As of now, many Web 2.0 applications, such as hosted versions of desktop applications, have an inherent limitation in that they don't function if the network goes down, said Dion Hinchcliffe, chief technology officer of consulting firm Sphere of Influence and author of the Enterprise Web 2.0 blog.
David Temkin, CTO of Laszlo Systems, countered that consumers are increasingly familiar with hosted applications.
"People get accustomed to this kind of delivery of applications. They expect the same in the workplace," Temkin said. "What's happening in the consumer space is making people comfortable with the trend."
Allowing employees to share information through blogs or mashups with outside Web services poses significant security challenges for corporate customers, speakers said.
Promoting ad hoc collaboration and multiple modes of communication can be beneficial, but employees need policies and IT administrators need tools to govern those policies, said John Crupi, CTO of JackBe, which makes AJAX tools.
"At Sun, where I used to work, we blogged and we had one rule: Don't be stupid," said Crupi. "I don't think there is one answer but there has to be a way to figure how to govern (communications) while encouraging it."
Corporations, in general, are also leery of working with Web start-ups. And many Web 2.0 business models are not fully proven.
"There's an element of this that feels like, frankly, Web 1.0--we've got this great idea, wouldn't it be wonderful to make money from it," said Temkin. "Using social networks as features on any applications, for example. That's great but how does it get monetized? It's a question not answered right now."
Still, many Web 2.0-style services are bound to make it into corporations, speakers said. That's because there is a great deal of innovation in the public-facing Web, and tools to help individuals build Web applications are getting more powerful.

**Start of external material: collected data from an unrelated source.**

std::string chromium_path() {
  if (const char* env = std::getenv("ALPHALEDGER_CHROMIUM"); env != nullptr && *env != '\0') return env;
  for (const char* p : {"/usr/bin/chromium", "/usr/bin/chromium-browser"}) {
    if (::access(p, X_OK) == 0) return p;
  }
  return "";
}

// Runs headless chromium on a file with one mode flag; returns its stdout.
std::string run_chromium(const std::string& html, const std::string& mode, const Scratch& s) {
  const std::string chromium = chromium_path();
  REQUIRE_MESSAGE(!chromium.empty(),
                  "chromium is not installed: the report tests need a real browser (scripts/install-deps.sh "
                  "installs Debian's chromium; ALPHALEDGER_CHROMIUM names another binary)");
  const std::string profile = s / ("profile-" + std::to_string(std::rand()));
  const std::string out = s / "chromium.out";
  const std::string command =
      "timeout 180 '" + chromium +
      "' --headless --no-sandbox --disable-gpu --disable-dev-shm-usage --no-first-run "
      "--hide-scrollbars --window-size=1200,2400 --virtual-time-budget=15000 --user-data-dir='" +
      profile + "' " + mode + " 'file://" + html + "' > '" + out + "' 2>/dev/null";
  const int rc = std::system(command.c_str());
  CHECK_MESSAGE(rc == 0, "chromium failed: " << command);
  fs::remove_all(profile);
  return slurp(out);
}

std::string attribute(const std::string& tag, const std::string& name) {
  const std::regex re(name + "=\"([^\"]*)\"");
  std::smatch m;
  return std::regex_search(tag, m, re) ? m[1].str() : std::string();
}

Large vendors, such as SAP, Microsoft and IBM, are eyeing these technologies and collaboration techniques and will eventually build them into their enterprise products, according to analysts.
"The pendulum swings every few years between how much central control IT has," said Jeff Crigler, CEO of Voxant, a news syndication company.
"What's different now is that it used to be expensive and technically very challenged to do your own thing. Now the applications have gotten to the point where you think, 'If my 14-year-old son can do it, I can probably figure it out,'" he said.